Correct, but what URL should that be? Is it the name of the service, or is it something else?

natalytvinova commented 4 months ago

@DnPlas my understanding was it should be the name of the service, but from istio-pilot point it doesn't see any service name. And that is true, because istio-ingressgateway does not expose it, but maybe it should? This it would be a good idea to confirm with both Telco and instio-ingressgateway team

DnPlas commented 4 months ago

After talking to the maintainers of the tls-interface library and of the certificate provider charms, we can confirm that:

all lego charms will only for with CSRs for domain names, and not for IPs.

This confirms what we stated in a previous comment and here.

The problem with istio-pilot at the moment is that it only shares the ingress gateway Service IP to generate the CSR, which will work for most of the certificate providers, but not for lego, they will just simply reject the request.

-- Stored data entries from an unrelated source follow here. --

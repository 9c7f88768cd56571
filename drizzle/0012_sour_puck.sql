ALTER TABLE `project_items` ADD `design` text DEFAULT '' NOT NULL;--> statement-breakpoint
UPDATE `project_items` SET `design` = coalesce(json_extract(`spec`, '$.design'), '');
--> statement-breakpoint
CREATE TRIGGER `project_items_design_insert` AFTER INSERT ON `project_items` BEGIN
  UPDATE `project_items` SET `design` = coalesce(json_extract(NEW.`spec`, '$.design'), '') WHERE `id` = NEW.`id`;
END;
--> statement-breakpoint
CREATE TRIGGER `project_items_design_update` AFTER UPDATE OF `spec` ON `project_items` BEGIN
  UPDATE `project_items` SET `design` = coalesce(json_extract(NEW.`spec`, '$.design'), '') WHERE `id` = NEW.`id`;
END;
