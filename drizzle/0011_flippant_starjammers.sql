ALTER TABLE `revision_records` ADD `units` text DEFAULT 'in' NOT NULL;--> statement-breakpoint
UPDATE `revision_records` SET `units` = coalesce(json_extract(`record`, '$.settings.units'), 'in');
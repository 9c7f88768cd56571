import { expect, test } from '@playwright/test';
import { authFile, patient, PORTAL, STRIPE } from '../support';

test.use({ storageState: authFile('priya') });

test("a demo client sees her own request, and no one else's", async ({ page }) => {
  await page.goto('/projects');
  const list = page.getByRole('list', { name: 'My projects' });
  await expect(list.getByRole('heading', { name: 'Rolling assembly bench' })).toBeVisible();
  await expect(list.getByRole('listitem')).toHaveCount(1);
  await expect(page.getByText('Bookcase')).toHaveCount(0);
});

test('she reads the sent estimate, accepts it by typing her name, and pays the deposit on the test card page', async ({
  page,
}) => {
  await page.goto('/projects');
  await page.getByRole('link', { name: 'Rolling assembly bench' }).click();
  await expect(page.getByLabel('Status')).toHaveText('Estimate ready to review');
  await expect(page.getByRole('heading', { name: /Estimate E-[0-9A-F]{6}, revision 1/ })).toBeVisible();
  await expect(
    page.getByRole('table', { name: 'Priced items' }).getByRole('cell', { name: 'Total', exact: true }),
  ).toBeVisible();
  const pdf = page.getByRole('link', { name: 'Download the PDF' });
  const res = await page.request.get((await pdf.getAttribute('href')) as string);
  expect(res.headers()['content-type']).toBe('application/pdf');

  await page.getByRole('button', { name: 'Accept the estimate' }).click();
  await expect(page.getByText('type your full name to accept')).toBeVisible();
  await page.getByLabel('Your full name').fill('Priya Natarajan');
  await page.getByRole('button', { name: 'Accept the estimate' }).click();
  await expect(page.getByText(/^Accepted by Priya Natarajan\./)).toBeVisible();
  await expect(page.getByLabel('Status')).toHaveText('Accepted, deposit due');

  await page.getByRole('button', { name: 'Pay the deposit' }).click();
  await expect(page).toHaveURL((u) => u.href.startsWith(`${STRIPE}/pay/cs_test_`));
  await page.getByLabel('Card number').fill('4000 0000 0000 0002');
  await page.getByLabel('Expiry (MM/YY)').fill('12/34');
  await page.getByLabel('Security code').fill('123');
  await page.getByLabel('Name on card').fill('Priya Natarajan');
  await page.getByRole('button', { name: /^Pay \$/ }).click();
  await expect(page.getByRole('alert')).toContainText('Your card was declined');
  await page.getByLabel('Card number').fill('4242 4242 4242 4242');
  await page.getByLabel('Expiry (MM/YY)').fill('12/34');
  await page.getByLabel('Security code').fill('123');
  await page.getByLabel('Name on card').fill('Priya Natarajan');
  await page.getByRole('button', { name: /^Pay \$/ }).click();

  await expect(page).toHaveURL(
    (u) =>
      u.href.startsWith(`${PORTAL}/projects/`) && u.searchParams.get('session_id')?.startsWith('cs_test_') === true,
  );
  await expect(page.getByText('your deposit is paid and your piece is on our production board')).toBeVisible({
    timeout: patient(20_000),
  });
  await expect(page.getByLabel('Status')).toHaveText('Deposit paid');
  await expect(page.getByRole('list', { name: 'Timeline' })).toContainText('Deposit of');
});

In order to fix this issue and be able to actually connect istio-pilot with lego charms, we need to start sharing the domain name instead of the IP. Before committing any changes, let's consider the following:

  1. How will the DNS configuration work?
  2. What DNS configuration should we have?
  3. What domain name the istio-pilot will put in the CSR?
  4. Should this be a default from now on, or should we have a special case for integrating with lego charms?

@natalytvinova I will allocate a bit more time to work on this and see how we can extend support for this integration.

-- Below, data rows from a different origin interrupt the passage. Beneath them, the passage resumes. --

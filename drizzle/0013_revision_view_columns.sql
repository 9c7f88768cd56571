ALTER TABLE `project_items` ADD `design` text DEFAULT '' NOT NULL;--> statement-breakpoint
ALTER TABLE `revision_records` ADD `units` text DEFAULT 'in' NOT NULL;--> statement-breakpoint
ALTER TABLE `revision_records` ADD `choices` text DEFAULT '[]' NOT NULL;--> statement-breakpoint
-- filled from what each row already holds (hand-written after drizzle-kit's ALTERs)
UPDATE `revision_records` SET `units` = coalesce(json_extract(`record`, '$.settings.units'), 'in');--> statement-breakpoint
UPDATE `revision_records` SET `choices` = coalesce(json_extract(`record`, '$.choices'), '[]');--> statement-breakpoint
UPDATE `project_items` SET `design` = coalesce(json_extract(`spec`, '$.design'), '');--> statement-breakpoint
-- the list reads an item's design from its column; the triggers keep it in step with the spec, so no code path writes it
CREATE TRIGGER `project_items_design_insert` AFTER INSERT ON `project_items` BEGIN
  UPDATE `project_items` SET `design` = coalesce(json_extract(NEW.`spec`, '$.design'), '') WHERE `id` = NEW.`id`;
END;--> statement-breakpoint
CREATE TRIGGER `project_items_design_update` AFTER UPDATE OF `spec` ON `project_items` BEGIN
  UPDATE `project_items` SET `design` = coalesce(json_extract(NEW.`spec`, '$.design'), '') WHERE `id` = NEW.`id`;
END;
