import { expect, test } from '@playwright/test';
import { authFile } from '../support';

test.use({ storageState: authFile('priya') });

test("a demo client sees her own request, and no one else's", async ({ page }) => {
  await page.goto('/projects');
  const list = page.getByRole('list', { name: 'My projects' });
  await expect(list.getByRole('heading', { name: 'Rolling assembly bench' })).toBeVisible();
  await expect(list.getByText('Estimate ready to review')).toBeVisible();
  await expect(list.getByRole('listitem')).toHaveCount(1);
  await expect(page.getByText('Bookcase')).toHaveCount(0);
});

DnPlas commented 4 months ago

Update on the things we have to do in order to support the lego integration better.

Update the current implementation

The following diagram presents the proposed architecture for the integration with different certificate providers. We expect the istio-pilot to keep using the tls-certificates-interface, but instead of just using the IP address of the istio-ingresgateway-workload Service to generate the CSR, it will now generate a cert_subject, which will be "calculated" as follows:

  1. A domain name provided by users through a configuration option. If this is in fact a domain name (not an IP), the cert_subject will be exactly this. The validity and host DNS configurations are responsibility of the user.
  2. In the absence of a domain name, but in the presence of an IP address, we'll try to guess the domain name of such IP.
  3. In the absence of any of the above, an IP address will be used.

The istio-pilot charm will provide enough information to users in case of an invalid or missing domain-name.

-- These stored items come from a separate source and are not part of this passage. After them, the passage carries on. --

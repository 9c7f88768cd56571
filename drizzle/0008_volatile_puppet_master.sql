DROP INDEX `projects_client`;--> statement-breakpoint
DROP INDEX `projects_status`;--> statement-breakpoint
ALTER TABLE `projects` ADD `latest_total_cents` integer DEFAULT 0 NOT NULL;--> statement-breakpoint
ALTER TABLE `projects` ADD `sent_total_cents` integer DEFAULT 0 NOT NULL;--> statement-breakpoint
ALTER TABLE `projects` ADD `status_rank` integer GENERATED ALWAYS AS ((CASE "status" WHEN 'requested' THEN 0 WHEN 'estimating' THEN 1 WHEN 'estimate_sent' THEN 2 WHEN 'accepted' THEN 3 WHEN 'deposit_paid' THEN 4 WHEN 'in_production' THEN 5 WHEN 'ready' THEN 6 WHEN 'delivered' THEN 7 WHEN 'closed' THEN 8 WHEN 'declined' THEN 9 WHEN 'expired' THEN 10 WHEN 'cancelled' THEN 11 END)) VIRTUAL;--> statement-breakpoint
CREATE INDEX `projects_client_created` ON `projects` (`client_id`,`created_at`,`id`);--> statement-breakpoint
CREATE INDEX `projects_client_id` ON `projects` (`client_id`,`id`);--> statement-breakpoint
CREATE INDEX `projects_status_created` ON `projects` (`status`,`created_at`,`id`);--> statement-breakpoint
CREATE INDEX `projects_created` ON `projects` (`created_at`,`id`);--> statement-breakpoint
CREATE INDEX `projects_updated` ON `projects` (`updated_at`,`id`);--> statement-breakpoint
CREATE INDEX `projects_status_rank` ON `projects` (`status_rank`,`id`);--> statement-breakpoint
CREATE INDEX `projects_latest_total` ON `projects` (`latest_total_cents`,`id`);--> statement-breakpoint
CREATE INDEX `projects_sent_total` ON `projects` (`sent_total_cents`,`id`);--> statement-breakpoint
CREATE INDEX `jobs_stage_updated` ON `jobs` (`stage_key`,`updated_at`,`id`);--> statement-breakpoint
CREATE INDEX `payments_created` ON `payments` (`created_at`,`id`);--> statement-breakpoint
CREATE INDEX `payments_project` ON `payments` (`project_id`);--> statement-breakpoint
CREATE INDEX `project_items_project` ON `project_items` (`project_id`,`position`);--> statement-breakpoint
CREATE INDEX `time_entries_job` ON `time_entries` (`job_id`,`stage_key`);--> statement-breakpoint
CREATE INDEX `users_name` ON `users` (`name`,`id`);CREATE TABLE `job_layouts` (
	`id` text PRIMARY KEY NOT NULL,
	`job_id` text NOT NULL,
	`actor_id` text,
	`record` text NOT NULL,
	`created_at` integer DEFAULT (unixepoch() * 1000) NOT NULL,
	FOREIGN KEY (`job_id`) REFERENCES `jobs`(`id`) ON UPDATE no action ON DELETE cascade,
	FOREIGN KEY (`actor_id`) REFERENCES `users`(`id`) ON UPDATE no action ON DELETE no action
);
--> statement-breakpoint
CREATE INDEX `job_layouts_job` ON `job_layouts` (`job_id`);--> statement-breakpoint
CREATE TABLE `revision_records` (
	`estimate_id` text PRIMARY KEY NOT NULL,
	`record` text NOT NULL,
	`created_at` integer DEFAULT (unixepoch() * 1000) NOT NULL,
	FOREIGN KEY (`estimate_id`) REFERENCES `estimates`(`id`) ON UPDATE no action ON DELETE cascade
);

The following diagram presents a high level overview of the proposed model:

image

Execution plan

  1. Update istio-pilot charm with the new configuration option, and to "calculate" the cert_subject based on the conditions above.
  2. Test the charm works with self-signed certificates and other CA, like Let's encrypt. This task will be completed on an EKS cluster to be able to configure domain names.
  3. Test how this affects the ingress and authentication story. We may need to provide extra steps at deployment time.
  4. Have public documentation that states how to integrate with certificate providers and user responsibilities when connecting with CAs like Let's encrypt.

Timeline

EDIT: we are going to work on this improvement for 24.04, but the priority now will be https://github.com/canonical/istio-operators/issues/380. After discussing with @natalytvinova, we agreed that for now her deployment doesn't require an integration with a TLS certificates provider as they already have a ssl key and cert, which can be passed to istio-pilot for configuring the Gateway accordingly.

If we are able to land these changes in main before Wednesday, that'll move the release date for 1.17 one or two days earlier.

EDIT: after discussing with the telco team about best approaches to integrate with the TLS certificate providers, we have concluded that it would be better to enable istio-pilot to get a domain_name (see image above) so it can correctly send a CSR to the tls-cert-provider charm, which in turn will handle all the logic to get a signed cert from a CA. I will explain this in more detail in a later comment.